Berdasarkan data dari Bloomberg Terminal, nilai tukar rupiah menembus harga Rp16.450 per United States Dollar (USD) pada Jumat, 21 Juni 2024. Kurs ini menunjukkan depresiasi yang hampir mencapai 10 persen dibandingkan dengan periode tahun lalu ketika nilai rupiah masih setara Rp14.952 per USD. Nilai rupiah kini hampir menyamai kurs pada krisis moneter 1998 dan pandemi Covid-19 di angka Rp16.650 serta Rp16.610 per USD.
Penyebab utama melemahnya nilai rupiah adalah penahanan suku bunga acuan oleh bank sentral Amerika Serikat, The Federal Reserve (The Fed). Mereka kembali menetapkan keputusan untuk mempertahankan suku bunga acuan di level 5,25-5,50% pada 12 Juni 2024. Penahanan tersebut adalah upaya untuk mengurangi laju inflasi yang belum mencapai target. Dengan mempertahankan suku bunga acuan di level tertentu, nilai USD akan menguat dibandingkan mata uang lainnya.
Konflik di Timur Tengah antara Iran dan Israel turut menjadi alasan lain bagi The Fed untuk tetap menahan suku bunga acuan.

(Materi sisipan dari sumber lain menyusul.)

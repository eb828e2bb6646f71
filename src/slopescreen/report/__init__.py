"""What the user reads: cautions, maps and the HTML report."""
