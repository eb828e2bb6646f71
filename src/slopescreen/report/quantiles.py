"""Exact percentiles of a large raster without copying or sorting it.

The report quotes percentiles of whole products (slope, specific catchment
area, critical recharge). ``numpy.percentile`` copies the finite values and
partitions the copy; on a grid of 10^7-10^8 cells that costs a copy of the
product and a quarter of a second per product. :func:`percentiles` finds the
same order statistics in two passes over the values: a histogram of the
order-preserving integer keys of the floats (high 16 bits), then, within the
few bins that hold the wanted ranks, the exact values. The result is the
``linear`` method of numpy (Hyndman and Fan 1996, definition 7), interpolated
in float64.
"""

from __future__ import annotations

import math

import numpy as np

from .._numba import njit

__all__ = ["percentiles"]

_BINS = 1 << 16


@njit
def _key(v):
    """Order-preserving unsigned key of a float32 value (bit pattern, sign folded)."""
    bits = np.int64(np.float32(v).view(np.uint32))
    if bits & 0x80000000:
        return (~bits) & 0xFFFFFFFF
    return bits | 0x80000000


@njit
def _histogram_kernel(values, counts):
    n = 0
    for i in range(values.size):
        v = values[i]
        if math.isfinite(v):
            counts[_key(v) >> 16] += 1
            n += 1
    return n


@njit
def _gather_kernel(values, wanted_bins, out):
    """Values whose bin is wanted (``wanted_bins[b]`` is 1), into ``out``; return how many."""
    m = 0
    for i in range(values.size):
        v = values[i]
        if math.isfinite(v) and wanted_bins[_key(v) >> 16]:
            out[m] = v
            m += 1
    return m


def percentiles(values, qs):
    """Percentiles of the finite values of an array (numpy's ``linear`` method).

    Parameters
    ----------
    values : array_like
        Any shape; float32 (a product) is read in place, other types go through
        ``numpy.percentile``. NaN and infinities are left out.
    qs : sequence of float
        Percentiles in [0, 100].

    Returns
    -------
    tuple of float or None
        None when no value is finite.

    Notes
    -----
    For n finite values sorted as v_0 <= ... <= v_(n-1), the q-th percentile is
    v_j + (v_(j+1) - v_j)(h - j) with h = q (n - 1) / 100 and j = floor(h)
    (Hyndman and Fan 1996, definition 7; numpy's default). The order statistics
    are exact; the interpolation is in float64.

    References
    ----------
    Hyndman, R.J., Fan, Y. (1996). Sample quantiles in statistical packages.
    The American Statistician 50(4), 361-365 (from memory).

    Examples
    --------
    >>> p = percentiles(np.array([3.0, 1.0, np.nan, 2.0, 10.0], dtype=np.float32), [0, 50, 90])
    >>> [round(v, 9) for v in p]  # 90th: h = 0.9 * 3 = 2.7, so 3 + 0.7 * (10 - 3)
    [1.0, 2.5, 7.9]
    """
    v = np.asarray(values)
    if v.dtype != np.float32:  # not a product: a plain copy-and-partition is exact and small
        fin = v[np.isfinite(v)].astype(np.float64)
        return tuple(float(p) for p in np.percentile(fin, qs)) if fin.size else None
    flat = np.ascontiguousarray(v).reshape(-1)
    counts = np.zeros(_BINS, dtype=np.int64)
    n = int(_histogram_kernel(flat, counts))
    if n == 0:
        return None
    ranks = []
    for q in qs:
        if not 0.0 <= q <= 100.0:
            raise ValueError(f"percentile {q} is outside [0, 100]")
        h = q * (n - 1) / 100.0
        j = int(math.floor(h))
        ranks.append((j, min(j + 1, n - 1), h - j))
    cum = np.cumsum(counts)
    starts = cum - counts
    wanted = np.zeros(_BINS, dtype=np.uint8)
    needed = sorted({r for j, k, _t in ranks for r in (j, k)})
    bins = np.searchsorted(cum, np.array(needed) + 1)  # bin holding each rank (0-based ranks)
    wanted[bins] = 1
    size = int(counts[wanted == 1].sum())
    out = np.empty(size, dtype=np.float32)
    m = _gather_kernel(flat, wanted, out)
    chosen = np.sort(out[:m])
    # rank r lies in bin b at offset r - starts[b] among the gathered values of bins below it
    offsets = {}
    base = 0
    for b in np.flatnonzero(wanted):
        offsets[int(b)] = base - int(starts[b])
        base += int(counts[b])
    rank_bin = dict(zip(needed, (int(b) for b in bins)))

    def at(rank):
        return float(chosen[rank + offsets[rank_bin[rank]]])

    return tuple(at(j) + (at(k) - at(j)) * t for j, k, t in ranks)
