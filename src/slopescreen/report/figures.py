"""The numbers the report quotes, computed from the product arrays.

A run computes them where the arrays are still in memory, as each stage
finishes (so the report never reads a product back); a report made from a
manifest and a reader alone computes the same numbers from the products
(:func:`figures_from_products`). Both go through the same functions:
:func:`case_figures`, :func:`terrain_figures` and
:func:`~slopescreen.report.summaries.recharge_distribution`.
"""

from __future__ import annotations

from dataclasses import dataclass, field
from types import MappingProxyType

import numpy as np

from ._count_kernels import edge_cells
from .quantiles import percentiles
from .summaries import band_areas, case_facts, recharge_distribution

__all__ = ["CaseFigures", "ReportFigures", "case_figures", "terrain_figures",
           "figures_from_products", "STORM_FLAG_BITS"]

STORM_FLAG_BITS = (1, 2, 4)
"""The bits of ``storm_flags`` whose share the report gives."""

TERRAIN_PERCENTILES = (10, 50, 90)


@dataclass(frozen=True)
class CaseFigures:
    """Figures of one rain case: what fails where, FS band areas, storm flag shares."""

    name: str
    facts: dict
    bands: tuple
    flag_shares: tuple | None = None

    def products(self):
        return ()


@dataclass(frozen=True)
class ReportFigures:
    """Every figure the report quotes."""

    cases: MappingProxyType = field(default_factory=lambda: MappingProxyType({}))
    recharge: dict | None = None
    terrain: MappingProxyType = field(default_factory=lambda: MappingProxyType({}))
    """Percentiles of ``slope`` and ``specific_catchment_area``; ``edge_cells``: cells with
    data that touch a data edge (:func:`slopescreen.report._count_kernels.edge_cells`)."""


def case_figures(name, fs, *, cell_area_m2, pf=None, wetness=None, flags=None, slope_deg=None,
                 aspect_deg=None, unit_index=None, unit_labels=()) -> CaseFigures:
    """The figures of one rain case (see :func:`~slopescreen.report.summaries.case_facts`).

    ``wetness`` is given for steady cases only (saturation to the surface is a
    steady-state notion; storm wetness is an equivalent head); ``flags`` is
    the ``storm_flags`` band of a storm case.

    Examples
    --------
    >>> import numpy as np
    >>> f = case_figures("wet", np.array([[0.8, 2.0], [1.2, 1.4]]), cell_area_m2=10.0)
    >>> f.facts["fail_m2"], [b[1] for b in f.bands]
    (10.0, [10.0, 10.0, 10.0, 10.0])
    """
    facts = case_facts(fs, cell_area_m2=cell_area_m2, pf=pf, wetness=wetness,
                       slope_deg=slope_deg, aspect_deg=aspect_deg, unit_index=unit_index,
                       unit_labels=unit_labels)
    bands = tuple(band_areas(fs, cell_area_m2))
    shares = None
    if flags is not None:
        f = np.asarray(flags)
        computed = np.isfinite(f) & (f > 0) if np.issubdtype(f.dtype, np.floating) else f > 0
        n = int(computed.sum())
        bits = np.where(computed, f, 0).astype(np.uint8)
        shares = tuple((bit, ((bits & bit) > 0).sum() / n if n else 0.0) for bit in STORM_FLAG_BITS)
    return CaseFigures(name, facts, bands, shares)


def terrain_figures(values) -> tuple | None:
    """10th, 50th and 90th percentiles of a terrain product (None without a value).

    Examples
    --------
    >>> terrain_figures(np.array([1.0, 2.0, np.nan, 3.0], dtype=np.float32))
    (1.2, 2.0, 2.8)
    """
    return percentiles(values, TERRAIN_PERCENTILES)


def steady_rates(rain_records) -> list:
    """(name, mm/day) of the steady rain cases of a manifest's ``rain`` list."""
    return [(c["name"], c["steady_mm_per_day"]) for c in rain_records
            if c.get("steady_mm_per_day") is not None]


def figures_from_products(ctx) -> ReportFigures:
    """Every figure of the report, computed from the products through ``ctx.read``."""
    cases = {}
    for case in ctx.manifest.get("rain") or []:
        name = case["name"]
        fs_e = ctx.product("factor_of_safety", name)
        if fs_e is None:
            continue
        pf_e = ctx.product("failure_probability", name)
        steady = case.get("steady_mm_per_day") is not None
        wet_e = ctx.product("wetness", name) if steady else None
        flags_e = ctx.product("storm_flags", name)
        cases[name] = case_figures(
            name, ctx.read(fs_e), cell_area_m2=ctx.cell_area_m2,
            pf=None if pf_e is None else ctx.read(pf_e),
            wetness=None if wet_e is None else ctx.read(wet_e),
            flags=None if flags_e is None else ctx.read(flags_e), slope_deg=ctx.slope_deg,
            aspect_deg=ctx.aspect_deg, unit_index=ctx.unit_index, unit_labels=ctx.unit_labels)
    recharge = None
    q_e, c_e = ctx.product("critical_recharge"), ctx.product("critical_recharge_class")
    if q_e is not None and c_e is not None:
        recharge = recharge_distribution(ctx.read(q_e), ctx.read(c_e), ctx.cell_area_m2,
                                    steady_rates(ctx.manifest.get("rain") or []))
    terrain = {}
    for key in ("slope", "specific_catchment_area"):
        e = ctx.product(key)
        if e is not None:
            values = ctx.read(e)
            terrain[key] = terrain_figures(values)
            if key == "slope":
                terrain["edge_cells"] = edge_cells(values)
    return ReportFigures(MappingProxyType(cases), recharge, MappingProxyType(terrain))
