def run(scenario: Scenario, *, progress=None) -> RunResult:
    """Run every stage the scenario asks for and write its products.

    Parameters
    ----------
    scenario : Scenario
        A validated scenario (:func:`slopescreen.scenario.load_scenario`).
    progress : callable, optional
        Called with the name of each stage as it starts. If it also has a
        ``begin(stage_names)`` method, that is called once the inputs have
        been read (never on bad input), with :func:`planned_stages`; an
        ``output(folder)`` method, when it has one, just before, once the
        output folder's lock is held; an ``end()`` method is called when the
        run finishes or fails.

    Returns
    -------
    RunResult

    Raises
    ------
    InputError
        Bad input; nothing is written.
    """
    timer = _Stages(progress)
    started = _dt.datetime.now(_dt.timezone.utc)
    with timer.stage("read inputs", show=False):  # silent: bad input must print one line only
        inputs = read_inputs(scenario)
    _release_memory()
    stages = plan(scenario)
    not_run = stages_not_run(scenario)
    out = scenario.output
    out.mkdir(parents=True, exist_ok=True)
    protected = {p.resolve() for p in scenario.input_files()}
    with output_lock(out, scenario.path.name):
        recover(out, protected=protected)
        _progress_call(progress, "output", out)
        return _run_locked(scenario, inputs, stages, not_run, timer, started, progress,
                           protected)


def _run_locked(scenario, inputs, stages, not_run, timer, started, progress,
                protected) -> RunResult:
    """The stages and the commit of a run, with the output folder's lock held."""
    from ..report.explorer import block_factor
    from ..report.maps import display_step

    grid = inputs.grid
    out = scenario.output
    staging = out / f"{STAGING_PREFIX}{uuid.uuid4().hex[:8]}"
    staging.mkdir()
    _progress_call(progress, "begin", [s.name for s in stages if s.show])
    for item in not_run:
        log.warning("[%s] is configured, but %s; skipped (the report says so)",
                    item["section"], item["reason"])
    writer = None
    try:
        writer = _Writer(staging, grid, preview_step=display_step(grid.shape),
                         explorer_step=block_factor(grid.shape))
        last = _last_uses(stages)
        results: dict = {}

        hashes = inputs_sha256(scenario)
        records: dict = {}

        def manifest_now() -> dict:
            return (manifest_of(scenario, grid, writer.products, timer.timings, started, hashes)
                    | run_record(not_run) | {k: list(v) for k, v in records.items()})

        def value(need):
            if need == WRITTEN:
                return writer.snapshot()
            if need == MANIFEST:
                return manifest_now()
            if isinstance(need, Many):
                return tuple(results[k] for k in need.keys)
            return results[need]

        for i, st in enumerate(stages):
            kwargs = {name: value(need) for name, need in st.needs.items()}
            if st.case is not None:
                kwargs["case"] = st.case
            with timer.stage(st.name, show=st.show):
                result = st.fn(scenario, inputs, **kwargs)
            with timer.stage("write products", show=False):
                for emit in result.products():
                    writer.write(emit)
            if hasattr(result, "manifest_record"):
                key, record = result.manifest_record()
                records.setdefault(key, []).append(record)
            if last.get(st.key, -1) > i:
                results[st.key] = result.kept() if hasattr(result, "kept") else result
            del result
            for key in [k for k in results if last.get(k, -1) <= i]:
                del results[key]
            _release_memory()
        with timer.stage("write products", show=False):
            writer.finish()
        manifest = commit(staging, out, writer.products, manifest_now(), protected=protected)
    finally:
        if writer is not None:
            writer.close()
        shutil.rmtree(staging, ignore_errors=True)
        _progress_call(progress, "end")
    return RunResult(output=out, manifest=manifest, products=writer.products,
                     timings_s=dict(timer.timings))


def _progress_call(progress, method, *args) -> None:
    fn = getattr(progress, method, None)
    if callable(fn):
        fn(*args)
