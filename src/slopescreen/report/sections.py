"""The sections of the report, in report order.

Each builder takes the :class:`~slopescreen.report.blocks.ReportContext`
and returns a :class:`~slopescreen.report.blocks.Section` (or None when the
run has nothing for it): what fails where, each rain case, critical
recharge, terrain, inputs and parameters, methods and references, products
and provenance. The sections of the optional stages are in
:mod:`slopescreen.report.stages`.
"""

from __future__ import annotations


from .blocks import Block, Section, bullets, details, figure, note, para, table
from ..products import title as product_title
from .stages import STAGE_SECTIONS
from .summaries import (
    NBSP, PROPERTY_UNITS, _map_alt, _map_caption, _pct, _units_text, case_origin, coordinate,
    describe_case, format_area, parameter_text, rain_text, storm_note,
)

# ---------------------------------------------------------------------------
# Sections
# ---------------------------------------------------------------------------


def _rain_cases(ctx):
    return ctx.manifest.get("rain") or []


def _glance(ctx, facts_by_case, terrain=None):
    blocks = []
    cases = _rain_cases(ctx)
    if not cases or not any(facts_by_case.values()):
        blocks.append(para("This run computed terrain products only (no [soil] and [[rain]] "
                           "sections), so it says nothing yet about where slopes can fail."))
        blocks.extend(_changes_line(ctx, terrain))
        return Section("glance", "What fails where", blocks)
    rows = []
    sampled = False
    for case in cases:
        f = facts_by_case.get(case["name"])
        if f is None:
            continue
        sampled = sampled or f["pf_m2"] is not None
        rows.append([case["name"], rain_text(case), case_origin(case) or "—",
                     format_area(f["fail_m2"]), _pct(f["fail_share"])]
                    + ([] if f["pf_m2"] is None and not sampled else
                       ["not computed" if f["pf10_m2"] is None else
                        f"{format_area(f['pf10_m2'])} ({_pct(f['pf10_share'])})",
                        "not computed" if f["pf_m2"] is None else
                        f"{format_area(f['pf_m2'])} ({_pct(f['pf_share'])})"]))
    header = ["rain case", "rain", "return period, source", "area FS < 1", "share"]
    if sampled:
        header += ["area P_f ≥ 0.1 (share)", "area P_f ≥ 0.5 (share)"]
        rows = [r + ["not computed", "not computed"] if len(r) < len(header) else r for r in rows]
    numeric = [False, False, False, True, True] + [True] * (len(header) - 5)
    if all(r[2] == "—" for r in rows):          # no case says where it comes from
        header, numeric = header[:2] + header[3:], numeric[:2] + numeric[3:]
        rows = [r[:2] + r[3:] for r in rows]
    blocks.append(table("Area that fails (FS below 1)" + (" and area by probability of failure P_f"
                                                          if sampled else "") + ", per rain case",
                        header, rows, numeric))
    ov = ctx.overview
    if ov is not None:
        blocks.append(figure(ov["png"], f"Map: overview of the factor of safety under {ov['case']}",
                             "The worst places under the rain case that fails the most ground: "
                             + ("the least stable failing clusters." if ov["kind"] == "cluster"
                                else "the largest connected patches below FS 1.")
                             + " Each rain case has its full maps below.", css="overview"))
        if ov["places"]:
            blocks.append(table(
                f"Worst places under “{ov['case']}”",
                ["place", "what", "least FS", "area", "easting", "northing"],
                [[str(i), f"cluster {p['cluster']}" if "cluster" in p else "patch below FS 1",
                  f"{p['fs']:.2f}", format_area(p["area_m2"]), coordinate(p["easting"]),
                  coordinate(p["northing"])] for i, p in enumerate(ov["places"], start=1)],
                [True, False, True, True, True, True]))
    corridor = ctx.tables.get("corridor_segments") or []
    for case in cases:
        f = facts_by_case.get(case["name"])
        if f is None:
            continue
        blocks.append(para(describe_case(case["name"], rain_text(case), f)))
        mine = [r for r in corridor if r["rain"] == case["name"]]
        if mine:
            from .corridor import corridor_sentence

            blocks.append(para(corridor_sentence(case["name"], mine)))
    scores = ctx.tables.get("inventory_scores")
    if scores:
        from .inventory import agreement_sentence

        sentence = agreement_sentence(scores)
        if sentence:
            blocks.append(para(sentence))
    explained = storm_note(cases, facts_by_case, ctx.manifest.get("soil"))
    if explained:
        blocks.append(note(explained, lead="Why a storm can fail less ground than a steady case:"))
    blocks.append(para("FS is the infinite-slope factor of safety at the median of every soil "
                       "parameter; P_f is the probability that FS < 1 given the stated parameter "
                       "distributions, cell by cell: P_f ≥ 0.5 is close to FS < 1 at the median, "
                       "P_f ≥ 0.1 adds the ground where failure is unlikely but not remote. "
                       "Shares are of the area where the model was computed."))
    blocks.extend(_changes_line(ctx, terrain))
    return Section("glance", "What fails where", blocks)


def _changes_line(ctx, terrain):
    """One line on the first screen: how many changes of method touch this run (the list is
    in the methods section)."""
    from .changes import PREVIOUS_RELEASE

    found = _changes_blocks(ctx, terrain)
    n = len(found[1].items) if found else 0
    if not n:
        return []
    return [para(f"{n} change{'s' if n > 1 else ''} of method since slopescreen "
                 f"{PREVIOUS_RELEASE} touch{'' if n > 1 else 'es'} this run, so its numbers "
                 "differ from a run of that release on the same inputs; they are listed under "
                 "“Methods and assumptions”.", lead="Changes:")]


def _changes_blocks(ctx, terrain):
    """Why the numbers differ from the previous release: the changes of method that touch this run."""
    from .changes import PREVIOUS_RELEASE, changes_for

    edge = None if terrain is None else terrain.get("edge_cells")
    found = changes_for(ctx.manifest, edge_cells=edge)
    if not found:
        return []
    return [para("these changes of method touch this run, so its numbers differ from a run of "
                 f"slopescreen {PREVIOUS_RELEASE} on the same inputs (in brackets, the section "
                 "of docs/methods.md that explains each; docs/migration.md lists them all).",
                 lead=f"Changes since slopescreen {PREVIOUS_RELEASE}:"),
            bullets([f"{text} ({change.section})" for change, text in found])]


def _case_sections(ctx, figures):
    out = []
    flags_text = {1: "pressure head at its cap (saturated to the surface)",
                  2: "rain above the saturated conductivity (excess ran off)",
                  4: "least FS late compared with A/D₀ (short-time solution doubtful)"}
    for case in _rain_cases(ctx):
        name = case["name"]
        fig = figures.cases.get(name)
        f = None if fig is None else fig.facts
        origin = case_origin(case)
        blocks = [para(rain_text(case) + (f" ({origin})" if origin else ""), lead="Rain:")]
        if fig is not None:
            rows = [[label, format_area(a), _pct(s)] for label, a, s in fig.bands]
            if f["pf_m2"] is not None:
                rows.append(["probability of failure P_f ≥ 0.1 (any FS class)",
                             format_area(f["pf10_m2"]), _pct(f["pf10_share"])])
                rows.append(["probability of failure P_f ≥ 0.5 (any FS class)",
                             format_area(f["pf_m2"]), _pct(f["pf_share"])])
            blocks.append(table(f"Area by factor-of-safety class (breaks of common screening "
                                f"practice), “{name}”",
                                ["factor of safety", "area", "share of the computed area"], rows,
                                [False, True, True]))
        if fig is not None and fig.flag_shares is not None:
            rows = [[flags_text[bit], _pct(share)] for bit, share in fig.flag_shares]
            blocks.append(table("Where the storm model's limits bind", ["flag", "share of cells"], rows,
                                [False, True]))
        for key in ("factor_of_safety", "failure_probability", "wetness", "cluster_fs_bound"):
            e = ctx.product(key, name)
            m = ctx.map_of(key, name)
            if e is not None and m is not None:
                blocks.append(figure(m.png, _map_alt(e), _map_caption(ctx, e)))
        out.append(Section(f"case-{_anchor(name)}", f"Rain case: {name}", blocks, level=3))
    return out


def _anchor(text):
    from ..scenario import slugify

    return slugify(text)


def _recharge_section(ctx, dist):
    q_e = ctx.product("critical_recharge")
    if q_e is None or dist is None:
        return None
    labels = {1: "fails even when dry", 2: "fails under enough recharge (a rate is given)",
              3: "stable even when saturated"}
    blocks = [para("The steady recharge, per unit of horizontal area, that brings a cell to FS = 1 "
                   "at the median soil parameters (Montgomery and Dietrich 1994 with cohesion). "
                   "Low values mark ground that needs little water to fail. It is a relative index "
                   "of topographic control, not a rainfall threshold.")]
    blocks.append(table("Stability classes", ["class", "area", "share"],
                        [[labels[c], format_area(a), _pct(s)] for c, a, s in dist["classes"]],
                        [False, True, True]))
    if dist["percentiles"]:
        blocks.append(table("Steady rain needed to fail, where a rate applies (mm/day)",
                            ["percentile", "critical recharge (mm/day)"],
                            [[f"{p}th", f"{v:.3g}"] for p, v in dist["percentiles"]], [False, True]))
    if dist["rates"]:
        blocks.append(table("Area that fails at or below each steady rain case (class 1 plus q_cr "
                            "below the rate)", ["rain case", "rate (mm/day)", "area", "share"],
                            [[n, f"{r:g}", format_area(a), _pct(s)] for n, r, a, s in dist["rates"]],
                            [False, True, True, True]))
    m = ctx.map_of("critical_recharge")
    if m is not None:
        blocks.append(figure(m.png, _map_alt(q_e), _map_caption(ctx, q_e)))
    return Section("recharge", "Steady rain needed to fail (critical recharge)", blocks)


def _terrain_section(ctx, percentiles):
    blocks = []
    for key in ("slope", "specific_catchment_area"):
        e = ctx.product(key)
        if e is None:
            continue
        p = percentiles.get(key)
        if p is not None:
            blocks.append(para(f"10th, 50th and 90th percentiles: {p[0]:.3g}, {p[1]:.3g} and "
                               f"{p[2]:.3g}{NBSP}{e['units']}.", lead=product_title(key) + ":"))
        m = ctx.map_of(key)
        if m is not None:
            blocks.append(figure(m.png, _map_alt(e), _map_caption(ctx, e)))
    return Section("terrain", "Terrain", blocks) if blocks else None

Eskalasi terbaru memberikan ancaman kenaikan harga minyak dunia karena terganggunya jalur distribusi. Skenario ini ikut andil dalam tingginya inflasi di AS sebagai imbas dari kenaikan harga pokok produksi.
Penurunan nilai rupiah juga merupakan akibat dari komposisi impor Indonesia yang dianggap rentan terhadap fluktuasi harga global. Dikutip dari laman RRI.co.id, Ekonom Asmiati Malik menyampaikan bahwa Indonesia masih mengimpor banyak komoditas penting seperti bahan baku, barang modal dan konsumsi. Data dari Badan Pusat Statistik menunjukkan realisasi impor bulan Mei merupakan yang tertinggi tahun ini di angka 19.399,8 miliar USD
Alasan lain dari pelemahan ini adalah intervensi Bank Indonesia yang tidak mampu menahan tingginya pergerakan nilai USD. Bank Indonesia memang sempat berhasil mengintervensi stabilitas rupiah pada 14 Juni 2024. Intervensi ini menguatkan rupiah ke Rp16.365 dari nilai sebelumnya yakni Rp16.415. Namun, nilai tersebut kembali naik ke Rp16.430 pada 20 Juni 2024.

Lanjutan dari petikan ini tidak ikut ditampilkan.